* **Work to complete**: Copy nothing but the lines below running from the line containing "f.state, f.criterion, f.use_key" through the line containing "workerId, name: workerName", both end lines included.

* **Data to process**:
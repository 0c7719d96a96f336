import type { z } from "zod";
import { isNotified, NEWS_FOR_DAYS } from "../../shared/findings/notified";
import type {
  FindingFilter,
  FindingPage,
  FindingRow,
  FindingView,
} from "../../shared/schemas/finding";
import type { NoticeState } from "../../shared/schemas/notice";
import { addDays, localDate } from "../../shared/time/zone";
import { decodeCursor, pageFrom } from "../lib/cursor";
import { rows } from "../lib/db";
import { only } from "../lib/only";
import { canBeToldOfOverdue } from "../lib/overdue";
import { type Actor, abilities, visible } from "../lib/policy";
import type { Finding } from "../models/finding";
import { evidencePolicy, findingPolicy } from "../policies";
import {
  DAY_FIGURES_COLUMNS,
  type DayFiguresRow,
  presentDayFigures,
} from "../presenters/day-figures";
import { lastCannots } from "./last-cannots";
import { findingsToday, WAS_CREDITED } from "./outlook";

type Found = Omit<FindingRow, "figures" | "can" | "cannot" | "worker" | "today"> & {
  wasCredited: boolean;
  workerId: string | null;
  workerName: string | null;
  employeeNumber: string | null;
  figures: DayFiguresRow | null;
};

/** Since when other rules govern the site than those that a finding rests on. An instrument or a report rests on none. */
export const RULES_UNTIL = `(SELECT coalesce(
      (SELECT min(later.effective_from) FROM site_settings later WHERE later.site_id = f.site_id AND later.effective_from > f.last_date
        AND later.effective_from <= current_date AND later.governing_rule_set <> rested.key), now.effective_from)::text
    FROM (SELECT coalesce(f.facts->>'ruleSetKey', (SELECT r.governing_rule_set FROM day_results r WHERE r.id = f.last_result_id)) AS key) rested,
      (SELECT s.effective_from, s.governing_rule_set FROM site_settings s WHERE s.site_id = f.site_id AND s.effective_from <= current_date
       ORDER BY s.effective_from DESC, s.number DESC LIMIT 1) now
    WHERE now.governing_rule_set <> rested.key)`;

const selectFindings = (
  actor: Actor,
) => `SELECT f.id, f.kind, f.state, f.criterion, f.use_key AS "useKey", f.facts, f.first_date::text AS "firstDate", f.last_date::text AS "lastDate",
    f.days_count AS "daysCount", ${WAS_CREDITED} AS "wasCredited",
    CASE WHEN f.job_id IS NULL THEN 1 ELSE (SELECT count(DISTINCT e.worker_id)::int FROM finding_evidence e WHERE e.finding_id = f.id) END AS "workersCount", f.due_on::text AS "dueOn", ${RULES_UNTIL} AS "rulesUntil", f.site_id AS "siteId", f.revision, w.id AS "workerId", w.name AS "workerName",
    w.employee_number AS "employeeNumber", coalesce(j.name, i.name) AS "subjectName",
    (SELECT c.name FROM crew_memberships m JOIN crews c ON c.id = m.crew_id WHERE m.worker_id = f.worker_id AND m.valid @> f.last_date LIMIT 1) AS "crewName",
    o.name AS "ownerName", (SELECT json_build_object('name', p.name, 'on', f.escalated_on, 'hasBounced', x.bounced_at IS NOT NULL) FROM escalations x JOIN users p ON p.id = x.recipient_id WHERE x.id = f.escalation_id) AS "wentUp",
    (SELECT to_jsonb(x) FROM (SELECT ${DAY_FIGURES_COLUMNS("r")} FROM day_results r WHERE r.id = f.last_result_id AND ${visible(evidencePolicy, actor, "r")}) x) AS figures
  FROM findings f LEFT JOIN workers w ON w.id = f.worker_id LEFT JOIN jobs j ON j.id = f.job_id
  LEFT JOIN instruments i ON i.id = f.instrument_id LEFT JOIN users o ON o.id = f.owner_id`;

async function presentAll(actor: Actor, found: readonly Found[]): Promise<FindingRow[]> {
  const today = await findingsToday(found);
  const cannots = await lastCannots(found.map(({ id }) => id));
  return found.map(
    ({ workerId, workerName, employeeNumber, figures, wasCredited: _, ...finding }) => {
      const can = abilities(findingPolicy, actor, finding);
      return {
        ...finding,
        today: today.get(finding.id) ?? null,
        // Said to the officer; the worker it is about has the order itself.
        cannot: can.handle || can.markDone ? (cannots.get(finding.id) ?? null) : null,
        worker:
          workerId === null
            ? null
            : { id: workerId, name: workerName ?? "", employeeNumber: employeeNumber ?? "" },
        figures: figures ? presentDayFigures(figures) : null,
        can,
      };
    },
  );
}

const stateCondition: Record<z.output<typeof FindingFilter>["state"], string> = {
  open: "f.state <> 'closed'",
  done: "f.state = 'done'",
  closed: "f.state = 'closed'",
  all: "TRUE",
};

/** Findings, soonest due first. */
export async function listFindings(
  actor: Actor,
  filter: z.output<typeof FindingFilter>,
): Promise<z.input<typeof FindingPage>> {
  const cursor = decodeCursor(filter.cursor, 2);
  const conditions = [visible(findingPolicy, actor, "f"), stateCondition[filter.state]];
  if (filter.siteId) conditions.push("f.site_id = :siteId");
  if (filter.workerId) conditions.push("f.worker_id = :workerId");
  if (filter.kind) conditions.push("f.kind = :kind");
  if (cursor)
    conditions.push(
      "(coalesce(f.due_on, 'infinity'), f.id) > (coalesce(CAST(:dueOn AS date), 'infinity'), CAST(:id AS uuid))",
    );
  const found = await rows<Found>(
    `${selectFindings(actor)} WHERE ${conditions.join(" AND ")} ORDER BY coalesce(f.due_on, 'infinity'), f.id LIMIT :limit`,
    {
      siteId: filter.siteId,
      workerId: filter.workerId,
      kind: filter.kind,
      dueOn: cursor?.[0] ?? null,
      id: cursor?.[1] ?? null,
      limit: filter.limit + 1,
    },
  );
  return pageFrom(await presentAll(actor, found), filter.limit, ({ dueOn, id }) => [dueOn, id]);
}

export async function findingView(
  actor: Actor,
  finding: Finding,
): Promise<z.input<typeof FindingView>> {
  const found = await rows<Found>(`${selectFindings(actor)} WHERE f.id = :id`, { id: finding.id });
  const steps = await rows<{
    id: string;
    kind: FindingView["steps"][number]["kind"];
    fromState: FindingView["state"] | null;
    toState: FindingView["state"] | null;
    text: string | null;
    authorName: string | null;
    at: Date;
  }>(
    `SELECT s.id, s.kind, s.from_state AS "fromState", s.to_state AS "toState", s.text, u.name AS "authorName", s.created_at AS at
     FROM finding_steps s LEFT JOIN users u ON u.id = s.author_id WHERE s.finding_id = :id ORDER BY s.created_at, s.id`,
    { id: finding.id },
  );
  const evidence = await rows<DayFiguresRow & { ofWorkerId: string; ofWorkerName: string }>(
    `SELECT ${DAY_FIGURES_COLUMNS("r")}, w.id AS "ofWorkerId", w.name AS "ofWorkerName"
     FROM finding_evidence e JOIN day_results r ON r.id = e.result_id JOIN workers w ON w.id = e.worker_id
     WHERE e.finding_id = :id AND ${visible(evidencePolicy, actor, "r")} ORDER BY e.date DESC, w.name, w.id LIMIT 60`,
    { id: finding.id },
  );
  const told = await rows<{
    noticeId: string;
    name: string;
    audience: string;
    state: NoticeState;
    at: Date | null;
  }>(
    `SELECT DISTINCT n.id AS "noticeId", u.name, n.audience, n.state, coalesce(n.sent_at, n.not_before) AS at
     FROM notice_items i JOIN notices n ON n.id = i.notice_id JOIN users u ON u.id = n.recipient_id WHERE i.finding_id = :id ORDER BY at`,
    { id: finding.id },
  );
  const above = await rows(
    `SELECT u.id FROM sites s JOIN users u ON u.id = s.escalation_user_id WHERE s.id = :siteId AND ${canBeToldOfOverdue("u")}`,
    { siteId: finding.siteId },
  );
  return {
    ...only(await presentAll(actor, found)),
    closingReason: finding.closingReason,
    closedOn: finding.closedOn,
    previousId: finding.previousId,
    steps: steps.map(({ at, ...step }) => ({ ...step, at: at.toISOString() })),
    evidence: evidence.map(({ ofWorkerId, ofWorkerName, ...figures }) => ({
      ...presentDayFigures(figures),
      worker: { id: ofWorkerId, name: ofWorkerName },
    })),
    told: told.map(({ at, ...one }) => ({ ...one, at: at?.toISOString() ?? null })),
    untold: told.length > 0 ? null : whyUntold(finding),
    goesUp: above.length > 0,
  };
}

/** Why no notice tells of a finding. */
function whyUntold(finding: Finding): NonNullable<FindingView["untold"]> {
  if (!isNotified(finding)) return "not-by-mail";
  if (finding.daysCount === 0) return "corrected";
  const oldest = addDays(localDate(finding.openedAt, "UTC"), -NEWS_FOR_DAYS);
  return finding.lastDate < oldest ? "long-ago" : "no-address";
}
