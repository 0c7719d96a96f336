import type { z } from "zod";
import type {
  HistoryImportFilter,
  HistoryImportPage,
  HistoryImportView,
} from "../../shared/schemas/history";
import { decodeCursor, pageFrom } from "../lib/cursor";
import { rows } from "../lib/db";
import { only } from "../lib/only";
import { type Actor, abilities, visible } from "../lib/policy";
import { isoInstant } from "../lib/sql-instant";
import { historyPolicy } from "../policies";

type Found = Omit<HistoryImportView, "can" | "head" | "report">;

const FACTS = `m.id, m.site_id AS "siteId", s.time_zone AS "timeZone", m.instrument_id AS "instrumentId", i.name AS "instrumentName",
    i.serial_number AS "serialNumber", m.run_id AS "runId", coalesce(m.worker_id, r.worker_id) AS "workerId", w.name AS "workerName",
    m.file_name AS "fileName", m.size_bytes::float8 AS "sizeBytes", m.state, m.progress_pct AS "progressPct", m.mapping, m.answers,
    m.history_id AS "historyId", u.name AS "authorName", ${isoInstant("m.created_at")} AS "createdAt", m.revision`;
const TABLES = `history_imports m JOIN sites s ON s.id = m.site_id JOIN instruments i ON i.id = m.instrument_id
  LEFT JOIN runs r ON r.id = m.run_id LEFT JOIN workers w ON w.id = coalesce(m.worker_id, r.worker_id) LEFT JOIN users u ON u.id = m.author_id`;

export async function historyImportView(actor: Actor, id: string): Promise<HistoryImportView> {
  const found = only(
    await rows<Omit<HistoryImportView, "can">>(
      `SELECT ${FACTS}, m.head, m.report FROM ${TABLES} WHERE m.id = :id`,
      { id },
    ),
  );
  return { ...found, can: abilities(historyPolicy, actor, found) };
}

export async function listHistoryImports(
  actor: Actor,
  filter: z.output<typeof HistoryImportFilter>,
): Promise<z.input<typeof HistoryImportPage>> {
  const cursor = decodeCursor(filter.cursor, 2);
  const conditions = [visible(historyPolicy, actor, "m")];
  if (filter.siteId) conditions.push("m.site_id = :siteId");
  if (cursor)
    conditions.push(
      "(m.created_at, m.id) < (CAST(:before AS timestamptz), CAST(:beforeId AS uuid))",
    );
  const found = await rows<Found & { at: string }>(
    `SELECT ${FACTS}, m.created_at::text AS at FROM ${TABLES} WHERE ${conditions.join(" AND ")} ORDER BY m.created_at DESC, m.id DESC LIMIT :limit`,
    {
      siteId: filter.siteId,
      before: cursor?.[0] ?? null,
      beforeId: cursor?.[1] ?? null,
      limit: filter.limit + 1,
    },
  );
  const page = pageFrom(found, filter.limit, ({ at, id }) => [at, id]);
  return {
    ...page,
    rows: page.rows.map(({ at: _, ...one }) => ({
      ...one,
      can: abilities(historyPolicy, actor, one),
    })),
  };
}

* **Response area**:
) => `SELECT f.id, f.kind, f.state, f.criterion, f.use_key AS "useKey", f.facts, f.first_date::text AS "firstDate", f.last_date::text AS "lastDate",
    f.days_count AS "daysCount", ${WAS_CREDITED} AS "wasCredited",
    CASE WHEN f.job_id IS NULL THEN 1 ELSE (SELECT count(DISTINCT e.worker_id)::int FROM finding_evidence e WHERE e.finding_id = f.id) END AS "workersCount", f.due_on::text AS "dueOn", ${RULES_UNTIL} AS "rulesUntil", f.site_id AS "siteId", f.revision, w.id AS "workerId", w.name AS "workerName",
    w.employee_number AS "employeeNumber", coalesce(j.name, i.name) AS "subjectName",
    (SELECT c.name FROM crew_memberships m JOIN crews c ON c.id = m.crew_id WHERE m.worker_id = f.worker_id AND m.valid @> f.last_date LIMIT 1) AS "crewName",
    o.name AS "ownerName", (SELECT json_build_object('name', p.name, 'on', f.escalated_on, 'hasBounced', x.bounced_at IS NOT NULL) FROM escalations x JOIN users p ON p.id = x.recipient_id WHERE x.id = f.escalation_id) AS "wentUp",
    (SELECT to_jsonb(x) FROM (SELECT ${DAY_FIGURES_COLUMNS("r")} FROM day_results r WHERE r.id = f.last_result_id AND ${visible(evidencePolicy, actor, "r")}) x) AS figures
  FROM findings f LEFT JOIN workers w ON w.id = f.worker_id LEFT JOIN jobs j ON j.id = f.job_id
  LEFT JOIN instruments i ON i.id = f.instrument_id LEFT JOIN users o ON o.id = f.owner_id`;

async function presentAll(actor: Actor, found: readonly Found[]): Promise<FindingRow[]> {
  const today = await findingsToday(found);
  const cannots = await lastCannots(found.map(({ id }) => id));
  return found.map(
    ({ workerId, workerName, employeeNumber, figures, wasCredited: _, ...finding }) => {
      const can = abilities(findingPolicy, actor, finding);
      return {
        ...finding,
        today: today.get(finding.id) ?? null,
        // Said to the officer; the worker it is about has the order itself.
        cannot: can.handle || can.markDone ? (cannots.get(finding.id) ?? null) : null,
        worker:
          workerId === null
            ? null
            : { id: workerId, name: workerName ?? "", employeeNumber: employeeNumber ?? "" },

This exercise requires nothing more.